When the lambda function sets the bucket (s3DomainName) as it gets run in the Origin-Request trigger, as long as that bucket is setup in CloudFront as one of the origin already, will CloudFront be able to serve the file down from cache still? Or am I bypassing the whole point of using CloudFront by setting the origin bucket like shown in the cod example?


Solution

  • I want to make sure that what I am doing does not defeat the whole purpose of using CloudFront

    It doesn't defeat the purpose. This works as intended and the response would still be cached using the same rules that would be used if this bucket were a statically configured origin and no trigger was in place.

    Origin Request triggers only fire when there's a cache miss -- after the cache is checked and the requested resource is not there, and CloudFront concludes that the request needs to be forwarded to an origin server. The Origin Request trigger causes CloudFront to briefly suspend its processing while your trigger code evaluates and possibly modifies the request before returning control to CloudFront. Changing/setting the origin server in the trigger modifies the destination where CloudFront will then send the request, but it doesn't have any impact on whether the response can/will be cached or otherwise change what CloudFront would do when the response arrives from the origin server. And, if a suitable response is already available in the cache when a new request arrives, the trigger won't fire at all, since there's nothing for it to do.

    as long as that bucket is setup in CloudFront as one of the origin already

    This isn't actually required. Any S3 bucket with publicly-accessible content can be specified as the origin server in an Origin Request trigger, even if it isn't one of the origins configured on the distribution.
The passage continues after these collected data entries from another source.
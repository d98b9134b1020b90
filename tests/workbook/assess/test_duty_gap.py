"""Where data are missing the duty says so, and nothing that was not run counts as nothing."""

import math

import pytest
from tests.workbook.assess.test_duty import TWO_WINDING, bank, duty_of, make

from throughfault.workbook.assess.fault_solution import ratio_of
from throughfault.workbook.assess.review import Review
from throughfault.workbook.inputs import read_unit_text

CONDUCTORS = 'conductor_material = "copper"\nconductor_section = "200 mm^2"\n'


def with_conductors(text):
    """Give both windings conductors and the unit a start temperature, so that thermal ability can be assessed."""
    text = text.replace('highest_voltage = "145 kV"', 'highest_voltage = "145 kV"\n' + CONDUCTORS)
    text = text.replace('highest_voltage = "36 kV"', 'highest_voltage = "36 kV"\n' + CONDUCTORS)
    return text.replace('core = "', 'start_temperature = "105 degC"\ncore = "')


def assessed(**options):
    more = options.pop("more", "")
    given = {"group": "YNd11", "core": "three-limb", "phases": 3, "impedance": "", "system": "", **options}
    return Review(read_unit_text(with_conductors(TWO_WINDING.format(**given)) + more))


def test_a_whole_set_of_cases_may_withstand():
    """With every case run thermal ability is judged."""
    review = assessed()
    assert review.conclusion.verdicts["thermal"] == "withstands"
    assert not [check.id for check in review.checks if check.id.startswith("duty.complete")]


@pytest.mark.parametrize(
    ("options", "hidden"),
    [
        ({"group": "YNyn0"}, "duty.earth_fault.HV, duty.earth_fault.LV"),
        ({"group": "Yyn0"}, "duty.earth_fault.LV"),
        ({"group": "Dzn0"}, "duty.earth_fault.LV"),
    ],
)
def test_cases_that_could_not_be_run_block_the_verdict(options, hidden):
    """Earth faults not assessed leave thermal ability not assessed, and the reason names them."""
    review = assessed(**options)
    assert review.conclusion.verdicts["thermal"] == "not assessed"
    checks = {check.id: check for check in review.checks}
    assert checks["duty.complete.thermal"].reason == f"cases that apply could not be run: {hidden}"
    assert checks["duty.complete.dynamic"].verdict == "not assessed"


def test_a_neutral_without_earth_faults_is_not_assessed():
    """A neutral current that no case was run for is no zero, and its apparatus is not within."""
    more = '[neutral.LV]\nshort_time_current = "1 kA"\nduration = "2 s"\n'
    duty = duty_of(make(group="YNyn0", more=more))
    found = {o.id: o for o in duty.fragment.quantities}
    assert found["duty.neutral.LV"].value is None
    checks = {check.id: check.verdict for check in duty.fragment.checks}
    assert checks["apparatus.neutral.LV.short_time_current"] == "not assessed"


@pytest.mark.parametrize("group", ["Yzn11", "Dzn0"])
def test_other_faults_do_not_depend_on_an_interstar_s_zero_sequence(group):
    """Three-phase and line-to-line currents and their factors are the same with and without that impedance."""
    resistance = 'resistance = "4 %"'
    bare = duty_of(make(group=group, impedance=resistance))
    given = duty_of(make(group=group, impedance=f'{resistance}\nzero_sequence = "2 %"'))
    entries = {entry["id"]: entry for entry in given.entries}
    assert {entry["fault"] for entry in bare.entries if entry["at"] == "LV"} == {"3ph", "LL"}
    for entry in bare.entries:
        if entry["fault"] in ("LG", "LLG"):  # at the delta or unearthed star: nothing through the transformer
            continue
        other = entries[entry["id"]]
        for winding in ("HV", "LV"):
            assert entry["currents"][winding]["b"]["peak"] == pytest.approx(
                other["currents"][winding]["b"]["peak"], rel=1e-9
            )
        assert entry["driving_point"]["resistance"] >= 0.0


def test_an_interstar_needs_its_own_impedance_only():
    """With the pair's zero-sequence impedance a three-limb interstar unit is assessed: its halves balance."""
    duty = duty_of(make(group="Yzn11", impedance='zero_sequence = "2 %"'))
    assert duty.fragment.missing == ()
    assert ("LV", "LG") in {(entry["at"], entry["fault"]) for entry in duty.entries}


def test_an_unearthed_star_needs_no_magnetising_impedance():
    """Only the terminal whose own neutral is earthed is named as lacking it."""
    missing = duty_of(make(group="Yyn0")).fragment.missing
    assert [item.id for item in missing] == ["duty.earth_fault.LV"]


def test_negative_resistance_at_the_fault_is_a_fault_of_the_kit():
    """It is never taken for a circuit without resistance."""
    with pytest.raises(
        Exception, match=r"^the driving-point impedance at the fault must not have negative resistance, got "
    ):
        ratio_of(complex(-0.1, 1.0))
    assert ratio_of(complex(0.0, 1.0)) == math.inf


def test_out_of_phase_closing_needs_a_second_network():
    """With one network nothing can be closed on, and the missing one is named."""
    (missing,) = duty_of(make(system='out_of_phase = "180 deg"')).fragment.missing
    assert missing.id == "duty.out_of_phase.HV"
    assert missing.keys == ("system.LV.short_circuit_power",)


def test_out_of_phase_closing_that_was_asked_for_and_not_run_blocks_the_verdict():
    """A case that the file asks for counts as one that applies."""
    review = assessed(system='out_of_phase = "180 deg"')
    assert review.conclusion.verdicts["thermal"] == "not assessed"


def test_a_neutral_that_no_case_loads_is_no_zero():
    """Without a zero-sequence path but the core's the neutral's current is not assessed, nor is what it flows through."""
    more = '[neutral.LV]\nshort_time_current = "1 kA"\nduration = "2 s"\n'
    duty = duty_of(make(group="Yyn0", core="five-limb", more=more))
    found = {o.id: o for o in duty.fragment.quantities}
    assert found["duty.neutral.LV"].value is None
    assert {check.verdict for check in duty.fragment.checks} == {"not assessed"}


def test_a_fault_fed_past_the_transformer_is_not_asked_of_it():
    """Cases without current in the transformer do not count as required."""
    entries = {entry["id"]: entry for entry in duty_of(make()).entries}
    assert not entries["principal/HV/3ph/HV"]["required_by_standard"]
    assert entries["principal/LV/3ph/HV"]["required_by_standard"]


def test_a_bank_s_worked_lines_are_the_bank_s():
    """Rated current and impedance are those of the whole bank, however its powers are stated, and the extras extra."""
    one, whole = duty_of(bank(1, "100 MVA")), duty_of(bank(3, "300 MVA"))
    for name in ("rated_current", "transformer_impedance"):
        values = [
            next(s.result.value for s in d.fragment.steps if s.id == f"duty.closed_form.HV-LV.{name}")
            for d in (one, whole)
        ]
        assert values[0] == pytest.approx(values[1], rel=1e-12)
    assert values[0] == pytest.approx(0.12 * 400**2 / 300, rel=1e-12)


def test_closed_form_takes_the_row_s_own_base():
    """The impedance worked on the page is the row's, on the row's base, whatever the power of the windings."""
    text = TWO_WINDING.format(group="YNd11", core="five-limb", phases=3, impedance="", system="")
    text = text.replace('base_power = "40 MVA"', 'base_power = "10 MVA"')
    text += '[system.LV]\nshort_circuit_power = "500 MVA"\n'
    head, tail = text.split("[windings.LV]", 1)
    unit = read_unit_text(f"{head}[windings.LV]{tail.replace('40 MVA', '20 MVA', 1)}")
    steps = {step.id: step.result.value for step in duty_of(unit).fragment.steps}
    assert steps["duty.closed_form.LV-HV.transformer_impedance"] == pytest.approx(0.10 * 33**2 / 10, rel=1e-12)
    assert steps["duty.closed_form.HV-LV.transformer_impedance"] == pytest.approx(0.10 * 132**2 / 10, rel=1e-12)


def test_a_reactor_has_no_place_in_the_closed_form():
    """Behind a series reactance the closed form is left out, and the network decides."""
    steps = duty_of(make(system='series_reactance = "10 ohm"')).fragment.steps
    assert not [step.id for step in steps if step.id.startswith("duty.closed_form")]


def test_the_governing_case_is_worked_out():
    """Tolerance, impedance, current and peak of the governing three-phase case stand on the page."""
    impedance = 'resistance = "0.5 %"\ntolerance = "7.5 %"'
    duty = duty_of(make(impedance=impedance, system="x_over_r = 12.0\nx0_over_x1 = 1.0"))
    steps = {step.id: step for step in duty.fragment.steps}
    assert duty.windings["HV"].symmetrical_case == "principal/LV/3ph/HV/tolerance"
    assert steps["duty.closed_form.HV-LV.tolerance.impedance"].result.value == pytest.approx(9.25)
    closed = steps["duty.closed_form.HV-LV.tolerance.symmetrical"].result.value
    assert closed == pytest.approx(duty.windings["HV"].symmetrical, rel=2e-3)
    assert steps["duty.HV.delta_current"].result.value == pytest.approx(duty.windings["LV"].symmetrical, rel=1e-9)


def test_a_peak_is_known_as_well_as_its_factor():
    """A peak by a recalled default is recalled, not derived, and names the standard."""
    found = {o.id: o for o in duty_of(make()).fragment.quantities}
    assert found["duty.HV.peak"].provenance == "recalled"
    assert found["duty.HV.peak"].source.startswith("IEC60076-5:2006")
    assert found["duty.HV.symmetrical"].provenance == "derived"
    There are other rules and complexities that come into play if a trigger like this is desired and your buckets require authentication and are using KMS-based object encryption, but in those cases, there would still be no impact of this design on caching -- just some extra things you need to do to actually make authentication work between CloudFront and the bucket, since an Origin Access Identity (normally used to allow CloudFront to authenticate itself to S3) isn't sufficient for this use case.

    It's not directly related to the Origin Request trigger and the gist of this question, but noteworthy since you are using request.querystring: be sure you understand the concept of the cache key, which is the combination of request attributes that CloudFront will use when determining whether a future request can be served using a given cached object. If two similar requests result in different cache keys, then CloudFront won't treat them as identical requests and the response for one cannot be used as a cached response for the other, even though your expectation might have been otherwise, since the two request are for the same object. An Origin Request trigger can't change the cache key for a request, either accidentally or deliberately, since it's already been calculated by CloudFront by the time the trigger fires.

    meaning, allowing origins contents (s3 buckets) to be cached at edges so that users can get what they request fast from the closest edge location to them

    Ah. Having written all the above, it occurs to me now that perhaps your question might actually stem from an assumption I've seen people occasionally make about how CloudFront and S3 interact. It's an assumption that is understandable, but turns out to be inaccurate. When a bucket is configured as a CloudFront origin, there is no mechanism that pushes the bucket's content out to the CloudFront edges proactively. If you were working from a belief that this is something that happens when a bucket is configured as a CloudFront S3 origin, then this question takes on a different significance, since you're essentially asking whether the content from those various buckets would still arrive at CloudFront as expected... but CloudFront is what I call a "pull-through CDN." Objects are stored in the cache at a given edge only when someone requests them through that edge -- they're cached as they are fetched as a result of that initial request, not before. So your setup simply changes where CloudFront goes to fetch a given object. The rest of the system works the same as always, with CloudFront pulling and caching the content on demand.